Required action: Among the lines below, a stretch begins at the one with "const auto& fs = r.frequency.frequencies;" and ends at the one with "if (r.headroom.thd_limit_input_amplitude)". Repeat that stretch exactly, ends included.

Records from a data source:
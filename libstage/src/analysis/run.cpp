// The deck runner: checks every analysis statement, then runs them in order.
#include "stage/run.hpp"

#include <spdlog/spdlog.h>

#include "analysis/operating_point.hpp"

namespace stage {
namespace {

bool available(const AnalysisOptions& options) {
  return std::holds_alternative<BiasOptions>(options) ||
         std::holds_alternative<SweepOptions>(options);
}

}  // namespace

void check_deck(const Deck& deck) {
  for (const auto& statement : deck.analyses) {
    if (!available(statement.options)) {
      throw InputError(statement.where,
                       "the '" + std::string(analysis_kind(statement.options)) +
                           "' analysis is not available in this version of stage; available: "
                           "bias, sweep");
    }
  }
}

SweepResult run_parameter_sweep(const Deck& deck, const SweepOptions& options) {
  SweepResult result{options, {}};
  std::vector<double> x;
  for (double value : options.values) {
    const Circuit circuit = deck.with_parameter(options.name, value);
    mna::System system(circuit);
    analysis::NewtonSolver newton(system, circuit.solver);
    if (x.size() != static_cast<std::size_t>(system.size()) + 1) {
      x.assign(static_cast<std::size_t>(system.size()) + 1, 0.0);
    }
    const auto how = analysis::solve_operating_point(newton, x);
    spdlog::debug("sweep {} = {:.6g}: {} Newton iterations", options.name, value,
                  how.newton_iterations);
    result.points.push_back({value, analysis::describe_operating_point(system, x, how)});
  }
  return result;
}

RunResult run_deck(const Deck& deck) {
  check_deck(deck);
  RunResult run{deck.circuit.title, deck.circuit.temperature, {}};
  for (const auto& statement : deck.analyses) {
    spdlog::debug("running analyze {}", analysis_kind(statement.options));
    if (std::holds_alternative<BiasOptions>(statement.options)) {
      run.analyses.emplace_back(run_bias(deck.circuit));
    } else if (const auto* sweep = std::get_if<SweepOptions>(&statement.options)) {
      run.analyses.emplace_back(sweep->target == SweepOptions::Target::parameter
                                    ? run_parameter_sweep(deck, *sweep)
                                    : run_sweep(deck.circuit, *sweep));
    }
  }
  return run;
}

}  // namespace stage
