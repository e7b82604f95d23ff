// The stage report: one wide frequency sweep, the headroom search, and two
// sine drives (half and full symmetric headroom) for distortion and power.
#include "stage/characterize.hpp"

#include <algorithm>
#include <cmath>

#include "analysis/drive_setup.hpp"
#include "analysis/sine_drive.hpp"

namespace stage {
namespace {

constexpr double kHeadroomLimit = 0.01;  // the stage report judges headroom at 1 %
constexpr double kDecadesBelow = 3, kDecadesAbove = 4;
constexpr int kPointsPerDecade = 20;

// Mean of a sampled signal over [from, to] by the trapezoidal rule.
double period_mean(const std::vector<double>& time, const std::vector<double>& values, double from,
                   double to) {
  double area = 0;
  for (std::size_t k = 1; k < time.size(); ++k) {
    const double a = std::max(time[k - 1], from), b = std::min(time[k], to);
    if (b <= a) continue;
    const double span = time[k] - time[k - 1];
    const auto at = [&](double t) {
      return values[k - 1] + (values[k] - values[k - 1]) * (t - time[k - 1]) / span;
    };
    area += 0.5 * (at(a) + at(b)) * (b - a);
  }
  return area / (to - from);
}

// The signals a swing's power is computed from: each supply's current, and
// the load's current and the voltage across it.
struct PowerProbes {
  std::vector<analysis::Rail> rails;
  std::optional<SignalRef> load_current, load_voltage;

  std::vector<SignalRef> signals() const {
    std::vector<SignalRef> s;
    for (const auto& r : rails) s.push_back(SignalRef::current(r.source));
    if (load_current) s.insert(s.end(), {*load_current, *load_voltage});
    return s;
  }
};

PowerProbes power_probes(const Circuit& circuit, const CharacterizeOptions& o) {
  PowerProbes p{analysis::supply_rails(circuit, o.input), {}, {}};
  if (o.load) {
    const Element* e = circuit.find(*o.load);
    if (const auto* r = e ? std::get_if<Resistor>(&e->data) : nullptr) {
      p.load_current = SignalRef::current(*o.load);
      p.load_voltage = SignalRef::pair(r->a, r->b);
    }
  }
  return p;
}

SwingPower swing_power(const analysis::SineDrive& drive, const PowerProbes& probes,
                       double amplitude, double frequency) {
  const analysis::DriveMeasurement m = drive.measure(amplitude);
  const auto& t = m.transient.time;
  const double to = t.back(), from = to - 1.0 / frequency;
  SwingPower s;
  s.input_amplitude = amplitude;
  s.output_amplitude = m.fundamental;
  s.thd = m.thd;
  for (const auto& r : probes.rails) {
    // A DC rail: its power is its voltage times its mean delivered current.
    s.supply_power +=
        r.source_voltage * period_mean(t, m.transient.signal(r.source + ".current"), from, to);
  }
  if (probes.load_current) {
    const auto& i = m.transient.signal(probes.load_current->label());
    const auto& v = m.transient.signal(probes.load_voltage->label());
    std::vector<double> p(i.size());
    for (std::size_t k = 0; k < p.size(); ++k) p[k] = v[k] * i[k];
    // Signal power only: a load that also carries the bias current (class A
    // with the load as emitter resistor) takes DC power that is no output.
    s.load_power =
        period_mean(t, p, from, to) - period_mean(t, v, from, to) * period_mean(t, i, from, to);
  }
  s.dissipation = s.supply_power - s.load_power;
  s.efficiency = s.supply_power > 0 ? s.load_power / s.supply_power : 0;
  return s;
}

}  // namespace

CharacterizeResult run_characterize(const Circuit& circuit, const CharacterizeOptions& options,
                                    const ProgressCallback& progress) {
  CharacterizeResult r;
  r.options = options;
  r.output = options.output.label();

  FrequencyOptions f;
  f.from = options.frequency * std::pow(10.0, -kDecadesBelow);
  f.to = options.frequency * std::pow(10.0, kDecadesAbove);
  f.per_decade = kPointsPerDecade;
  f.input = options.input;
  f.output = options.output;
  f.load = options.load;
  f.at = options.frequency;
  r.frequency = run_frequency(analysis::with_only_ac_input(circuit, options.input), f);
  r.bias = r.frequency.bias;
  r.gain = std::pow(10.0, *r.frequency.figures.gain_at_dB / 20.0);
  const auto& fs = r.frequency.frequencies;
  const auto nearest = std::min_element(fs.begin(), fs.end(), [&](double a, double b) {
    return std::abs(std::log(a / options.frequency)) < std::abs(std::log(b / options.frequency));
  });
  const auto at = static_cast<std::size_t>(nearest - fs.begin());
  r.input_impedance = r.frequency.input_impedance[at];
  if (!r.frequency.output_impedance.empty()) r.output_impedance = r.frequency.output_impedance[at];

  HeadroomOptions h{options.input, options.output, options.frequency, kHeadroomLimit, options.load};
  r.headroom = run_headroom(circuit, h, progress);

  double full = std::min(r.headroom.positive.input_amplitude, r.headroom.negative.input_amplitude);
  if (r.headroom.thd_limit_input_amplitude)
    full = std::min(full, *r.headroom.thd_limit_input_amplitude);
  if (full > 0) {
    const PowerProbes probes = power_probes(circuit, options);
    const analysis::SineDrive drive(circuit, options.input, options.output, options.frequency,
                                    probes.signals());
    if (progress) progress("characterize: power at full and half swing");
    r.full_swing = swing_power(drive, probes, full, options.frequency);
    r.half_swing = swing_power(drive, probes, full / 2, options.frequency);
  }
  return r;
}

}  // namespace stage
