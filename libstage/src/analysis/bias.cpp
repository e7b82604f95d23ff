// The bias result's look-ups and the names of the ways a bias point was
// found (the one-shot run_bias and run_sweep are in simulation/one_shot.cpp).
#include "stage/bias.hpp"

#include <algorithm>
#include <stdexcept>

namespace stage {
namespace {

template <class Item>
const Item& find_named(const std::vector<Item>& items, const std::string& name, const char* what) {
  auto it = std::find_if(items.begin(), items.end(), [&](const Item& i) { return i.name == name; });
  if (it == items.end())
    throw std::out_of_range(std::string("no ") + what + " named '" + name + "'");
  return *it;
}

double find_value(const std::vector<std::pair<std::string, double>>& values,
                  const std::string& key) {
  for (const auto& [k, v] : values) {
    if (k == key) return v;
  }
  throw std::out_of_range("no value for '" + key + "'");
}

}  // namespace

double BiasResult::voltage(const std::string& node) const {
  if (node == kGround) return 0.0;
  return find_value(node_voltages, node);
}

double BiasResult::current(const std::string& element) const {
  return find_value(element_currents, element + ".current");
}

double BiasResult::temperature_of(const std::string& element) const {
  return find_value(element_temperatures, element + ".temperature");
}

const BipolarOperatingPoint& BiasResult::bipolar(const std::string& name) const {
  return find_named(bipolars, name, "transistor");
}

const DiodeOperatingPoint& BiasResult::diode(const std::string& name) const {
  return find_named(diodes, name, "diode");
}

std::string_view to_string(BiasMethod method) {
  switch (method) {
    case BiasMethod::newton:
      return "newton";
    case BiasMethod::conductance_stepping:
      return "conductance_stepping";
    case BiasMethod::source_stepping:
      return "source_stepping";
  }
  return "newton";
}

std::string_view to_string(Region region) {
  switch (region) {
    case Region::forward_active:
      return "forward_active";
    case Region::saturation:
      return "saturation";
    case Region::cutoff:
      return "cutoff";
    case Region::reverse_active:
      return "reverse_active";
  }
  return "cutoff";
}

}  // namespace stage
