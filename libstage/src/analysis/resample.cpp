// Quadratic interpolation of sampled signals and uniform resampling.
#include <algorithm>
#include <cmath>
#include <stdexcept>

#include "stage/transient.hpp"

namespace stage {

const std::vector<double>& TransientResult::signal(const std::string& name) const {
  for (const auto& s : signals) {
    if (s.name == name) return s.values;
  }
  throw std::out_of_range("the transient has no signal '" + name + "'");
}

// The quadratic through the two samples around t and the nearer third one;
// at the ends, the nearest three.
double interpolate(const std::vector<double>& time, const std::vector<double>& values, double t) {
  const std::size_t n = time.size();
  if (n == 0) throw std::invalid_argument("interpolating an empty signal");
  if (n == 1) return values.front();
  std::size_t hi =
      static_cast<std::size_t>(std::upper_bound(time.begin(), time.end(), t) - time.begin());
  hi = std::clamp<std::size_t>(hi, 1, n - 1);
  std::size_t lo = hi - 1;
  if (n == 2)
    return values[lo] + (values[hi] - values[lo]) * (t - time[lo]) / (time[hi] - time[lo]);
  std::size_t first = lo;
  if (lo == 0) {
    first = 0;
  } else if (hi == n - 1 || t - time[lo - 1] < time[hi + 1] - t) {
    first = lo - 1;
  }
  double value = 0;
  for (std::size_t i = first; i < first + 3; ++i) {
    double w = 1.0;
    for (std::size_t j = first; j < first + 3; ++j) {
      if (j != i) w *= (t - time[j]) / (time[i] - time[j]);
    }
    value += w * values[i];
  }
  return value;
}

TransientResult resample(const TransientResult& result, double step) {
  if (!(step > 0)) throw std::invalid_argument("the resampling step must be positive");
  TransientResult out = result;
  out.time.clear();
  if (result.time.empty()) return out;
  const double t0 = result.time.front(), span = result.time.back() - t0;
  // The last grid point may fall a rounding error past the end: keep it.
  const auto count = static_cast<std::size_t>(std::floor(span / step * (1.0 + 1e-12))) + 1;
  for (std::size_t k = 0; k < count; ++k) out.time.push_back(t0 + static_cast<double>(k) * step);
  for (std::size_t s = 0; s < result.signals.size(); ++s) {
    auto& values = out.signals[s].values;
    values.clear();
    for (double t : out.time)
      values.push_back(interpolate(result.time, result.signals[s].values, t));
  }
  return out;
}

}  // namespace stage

Result of this exercise:
  const auto& fs = r.frequency.frequencies;
  const auto nearest = std::min_element(fs.begin(), fs.end(), [&](double a, double b) {
    return std::abs(std::log(a / options.frequency)) < std::abs(std::log(b / options.frequency));
  });
  const auto at = static_cast<std::size_t>(nearest - fs.begin());
  r.input_impedance = r.frequency.input_impedance[at];
  if (!r.frequency.output_impedance.empty()) r.output_impedance = r.frequency.output_impedance[at];

  HeadroomOptions h{options.input, options.output, options.frequency, kHeadroomLimit, options.load};
  r.headroom = run_headroom(circuit, h, progress);

  double full = std::min(r.headroom.positive.input_amplitude, r.headroom.negative.input_amplitude);
  if (r.headroom.thd_limit_input_amplitude)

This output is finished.